Derzeit keine.

Meldungstyp: Bot

Als Botnet wird eine Menge von kompromittierten Systemen (sogenannte Bots) bezeichnet, die sich vollständig unter der Kontrolle eines Angreifers befindet. Dies sind oft normale Arbeitsplatzrechner, in die über eine beliebige Schwachstelle eingebrochen wurde. Nach dem Einbruch wurde vom Angreifer eine Bot-Software installiert, die versteckt auf dem System läuft und eine Verbindung zu einem zentralen Botnet Control Server hält.
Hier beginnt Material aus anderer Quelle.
// `entropic` + `sinkhorn` on the same two clouds, as `barrow-cli measure` runs them with the
// default settings (ε = auto = (D/20)², p = 2, tolerance 1e-6), before and after the shared
// A–B solve (transport/sinkhorn_cache.h) and the coarse-to-fine start
// (transport/sinkhorn_coarse.h).
//
//   BM_PairBefore/n   the solves the two measures made before: OT_ε(A, B) for `entropic`, then
//                     OT_ε(A, B) again, OT_ε(A, A) and OT_ε(B, B) for `sinkhorn`, each cold
//                     with annealing on the full clouds (coarseGrid = 0), no shared store
//   BM_PairAfter/n    evaluateMeasure(entropic) then evaluateMeasure(sinkhorn) as they are
//                     now, the store emptied first (so `entropic` solves and `sinkhorn` reuses)
//
// Clouds: A uniform on [0,1]², B uniform on [0.5,1.5]×[0.2,1.2] (the example, seeded
// here with std::mt19937_64), uniform weights. Counters: seconds of each measure (wall), the
// process CPU seconds (both cores), full-cloud iterations of each solve, and both values.
//   BM_Bracket/n/k    both measures above their exact limit: certified brackets (entropic_bracket.h)
// Run: build with -DBARROW_BUILD_BENCH=ON, then
//   tests/bench/bench_entropic_pair --benchmark_filter=BM_Pair
#include <benchmark/benchmark.h>

#include <chrono>
#include <cmath>
#include <cstdio>
#include <ctime>
#include <random>

#include "measures/entropic_measure.h"
#include "measures/evaluate.h"
#include "measures/sinkhorn_measure.h"
#include "transport/sinkhorn_cache.h"
#include "transport/sinkhorn_solver.h"

namespace barrow {
namespace {

Cloud uniformCloud(int n, unsigned seed, double dx, double dy) {
  std::mt19937_64 rng(seed);
  std::uniform_real_distribution<double> u(0.0, 1.0);
  Eigen::MatrixX2d p(n, 2);
  for (int i = 0; i < n; ++i) p.row(i) << dx + u(rng), dy + u(rng);
  return Cloud("c", p, Eigen::VectorXd::Ones(n));
}

double seconds(std::chrono::steady_clock::time_point t0) {
  return std::chrono::duration<double>(std::chrono::steady_clock::now() - t0).count();
}

double cpuSeconds() { return double(std::clock()) / CLOCKS_PER_SEC; }

void BM_PairBefore(benchmark::State& state) {
  const int n = int(state.range(0));
  const Cloud a = uniformCloud(n, 1, 0.0, 0.0), b = uniformCloud(n, 2, 0.5, 0.2);
  SinkhornOptions o = readEntropicSettings("entropic", ParamSet{}, a, b).options;
  o.coarseGrid = 0;  // annealing on the full clouds, as before
  const Eigen::VectorXd wa = a.normalizedWeights(), wb = b.normalizedWeights();
  for (auto _ : state) {
    const double cpu0 = cpuSeconds();
    auto t0 = std::chrono::steady_clock::now();
    const SinkhornResult ent = solveSinkhorn(a.points, wa, b.points, wb, o);
    const double entSeconds = seconds(t0);
    t0 = std::chrono::steady_clock::now();
    const SinkhornResult ab = solveSinkhorn(a.points, wa, b.points, wb, o);
    const SinkhornResult aa = solveSinkhornSymmetric(a.points, wa, o);
    const SinkhornResult bb = solveSinkhornSymmetric(b.points, wb, o);
    const double sinkSeconds = seconds(t0);
    const double div = ab.value - 0.5 * aa.value - 0.5 * bb.value;
    state.counters["entropic_s"] = entSeconds;
    state.counters["sinkhorn_s"] = sinkSeconds;
    state.counters["cpu_s"] = cpuSeconds() - cpu0;
    state.counters["ab_it"] = ent.iterations;
    state.counters["aa_it"] = aa.iterations;
    state.counters["bb_it"] = bb.iterations;
    std::fprintf(stderr, "before n=%d entropic %.17g (%d it, err %.3g) sinkhorn %.17g (ab %d, aa %d, bb %d it)\n", n,
                 ent.value, ent.iterations, ent.marginalError, div, ab.iterations, aa.iterations, bb.iterations);
  }
}

void BM_PairAfter(benchmark::State& state) {
  const int n = int(state.range(0));
  const Cloud a = uniformCloud(n, 1, 0.0, 0.0), b = uniformCloud(n, 2, 0.5, 0.2);
  for (auto _ : state) {
    SinkhornCache::shared().clear();
    const double cpu0 = cpuSeconds();
    auto t0 = std::chrono::steady_clock::now();
    const Result ent = evaluateMeasure(EntropicMeasure(), a, b, EvalRequest{});
    const double entSeconds = seconds(t0);
    t0 = std::chrono::steady_clock::now();
    const Result sink = evaluateMeasure(SinkhornMeasure(), a, b, EvalRequest{});
    const double sinkSeconds = seconds(t0);
    state.counters["entropic_s"] = entSeconds;
    state.counters["sinkhorn_s"] = sinkSeconds;
    state.counters["cpu_s"] = cpuSeconds() - cpu0;
    state.counters["ab_it"] = ent.details["iterations"].get<int>();
    state.counters["aa_it"] = sink.details["aa_iterations"].get<int>();
    state.counters["bb_it"] = sink.details["bb_iterations"].get<int>();
    state.counters["ab_reused"] = sink.details["ab_reused"].get<bool>();
    std::fprintf(stderr,
                 "after  n=%d entropic %.17g (%d it + %d coarse, err %.3g) sinkhorn %.17g (ab reused %d, aa %d, bb %d "
                 "it) accuracy %.3g / %.3g\n",
                 n, ent.value, ent.details["iterations"].get<int>(), ent.details["coarse_iterations"].get<int>(),
                 ent.details["marginal_error"].get<double>(), sink.value, int(sink.details["ab_reused"].get<bool>()),
                 sink.details["aa_iterations"].get<int>(), sink.details["bb_iterations"].get<int>(),
                 ent.details["value_accuracy"].get<double>(), sink.details["value_accuracy"].get<double>());
  }
}

// OT_ε(A, B) alone at small ε, dense (truncation off: the solver as before) or truncated
// (transport/sinkhorn_truncated.h). Args: n, case (0: ε = (D/50)², p = 2; 1: ε = 1e-4, p = 2;
// 2: ε = D/50, p = 1), truncation (0/1).
void BM_SmallEpsilon(benchmark::State& state) {
  const int n = int(state.range(0)), kind = int(state.range(1));
  const bool truncate = state.range(2) != 0;
  const Cloud a = uniformCloud(n, 1, 0.0, 0.0), b = uniformCloud(n, 2, 0.5, 0.2);
  ParamSet params;
  params.setNumber("entropic.p", kind == 2 ? 1 : 2);
  EntropicSettings settings = readEntropicSettings("entropic", params, a, b);
  SinkhornOptions o = settings.options;
  o.epsilon = kind == 1 ? 1e-4 : std::pow(settings.diameter / 50.0, o.p);
  o.truncation = truncate;
  const Eigen::VectorXd wa = a.normalizedWeights(), wb = b.normalizedWeights();
  for (auto _ : state) {
    const double cpu0 = cpuSeconds();
    const SinkhornResult r = solveSinkhorn(a.points, wa, b.points, wb, o);
    state.counters["cpu_s"] = cpuSeconds() - cpu0;
    state.counters["it"] = r.iterations;
    state.counters["kept_share"] = double(r.keptPairs) / (double(n) * n);
    state.counters["bound"] = r.neglectedBound;
    std::fprintf(stderr, "small-eps n=%d p=%d eps=%.4g %s: %.17g (%d it, %d coarse, err %.3g, kept %lld, bound %.3g)\n",
                 n, o.p, o.epsilon, r.truncated ? "truncated" : "dense", r.value, r.iterations, r.coarseIterations,
                 r.marginalError, r.keptPairs, r.neglectedBound);
  }
}

// `entropic` then `sinkhorn` above their exact limit (measures/entropic_bracket.h): certified
// brackets at the default settings. Args: n (both clouds), representatives (0: the default).
void BM_Bracket(benchmark::State& state) {
  const int n = int(state.range(0)), k = int(state.range(1));
  const Cloud a = uniformCloud(n, 1, 0.0, 0.0), b = uniformCloud(n, 2, 0.5, 0.2);
  EvalRequest req;
  req.params.set("entropic.exact_limit", "0");
  req.params.set("sinkhorn.exact_limit", "0");
  if (k > 0) {
    req.params.set("entropic.representatives", std::to_string(k));
    req.params.set("sinkhorn.representatives", std::to_string(k));
  }
  for (auto _ : state) {
    const double cpu0 = cpuSeconds();
    auto t0 = std::chrono::steady_clock::now();
    const Result ent = evaluateMeasure(EntropicMeasure(), a, b, req);
    const double entSeconds = seconds(t0);
    t0 = std::chrono::steady_clock::now();
    const Result sink = evaluateMeasure(SinkhornMeasure(), a, b, req);
    state.counters["entropic_s"] = entSeconds;
    state.counters["sinkhorn_s"] = seconds(t0);
    state.counters["cpu_s"] = cpuSeconds() - cpu0;
    state.counters["entropic_rel_width"] = (ent.high - ent.low) / std::abs(ent.value);
    state.counters["sinkhorn_rel_width"] = (sink.high - sink.low) / std::abs(sink.value);
    std::fprintf(stderr, "bracket n=%d k=%d: entropic [%.10g, %.10g] sinkhorn [%.10g, %.10g] (%s / %s)\n", n, k,
                 ent.low, ent.high, sink.low, sink.high, ent.message.c_str(), sink.message.c_str());
  }
}

BENCHMARK(BM_Bracket)->Args({10000, 0})->Args({100000, 0})->Args({100000, 16384})
    ->Unit(benchmark::kSecond)->UseRealTime()->Iterations(1);

BENCHMARK(BM_SmallEpsilon)
    ->Args({10000, 0, 0})->Args({10000, 0, 1})->Args({10000, 1, 0})->Args({10000, 1, 1})
    ->Args({10000, 2, 0})->Args({10000, 2, 1})
    ->Unit(benchmark::kSecond)->UseRealTime()->Iterations(1);

BENCHMARK(BM_PairBefore)->Arg(4000)->Arg(10000)->Unit(benchmark::kSecond)->UseRealTime()->Iterations(1);
BENCHMARK(BM_PairAfter)->Arg(4000)->Arg(10000)->Unit(benchmark::kSecond)->UseRealTime()->Iterations(1);

}  // namespace
}  // namespace barrow

BENCHMARK_MAIN();
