// The window sweeps in passes (cheap measures first, slow ones after), each on its own θ grid
// after refinement. A report needs one table: this merges the passes on the union of their
// θ values; a measure has no value at a θ only the other pass computed (NaN, status
// Cancelled: an empty CSV cell, exactly as the window's own CSV export leaves it).
#pragma once

#include <vector>

#include "sweep/sweep_result.h"

namespace barrow {

SweepResult mergeSweepPasses(const std::vector<SweepResult>& passes);

}  // namespace barrow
Wenn Sie eine Meldung bzgl. eines Bots bekommen, dann steht Ihr System wahrscheinlich unter der Kontrolle eines Angreifers und ist Teil eines Botnet. Booten Sie von einem sauberen Medium (z.B. CD) und untersuchen Sie dann das System.

Dieses ist evtl. am Versand von unerwünschter Werbemail beteiligt (SPAM) oder es werden Portscans oder gar Angriffe gegen weitere Systeme durchgeführt. Die Bots suchen auf dem kompromittierten System häufig auch nach Lizenzschlüsseln von Software (Spiele, Windows, Office), Passwörtern (für Homebanking, eBay, PayPal, etc.), betreiben Sniffer, Keylogger uvm. 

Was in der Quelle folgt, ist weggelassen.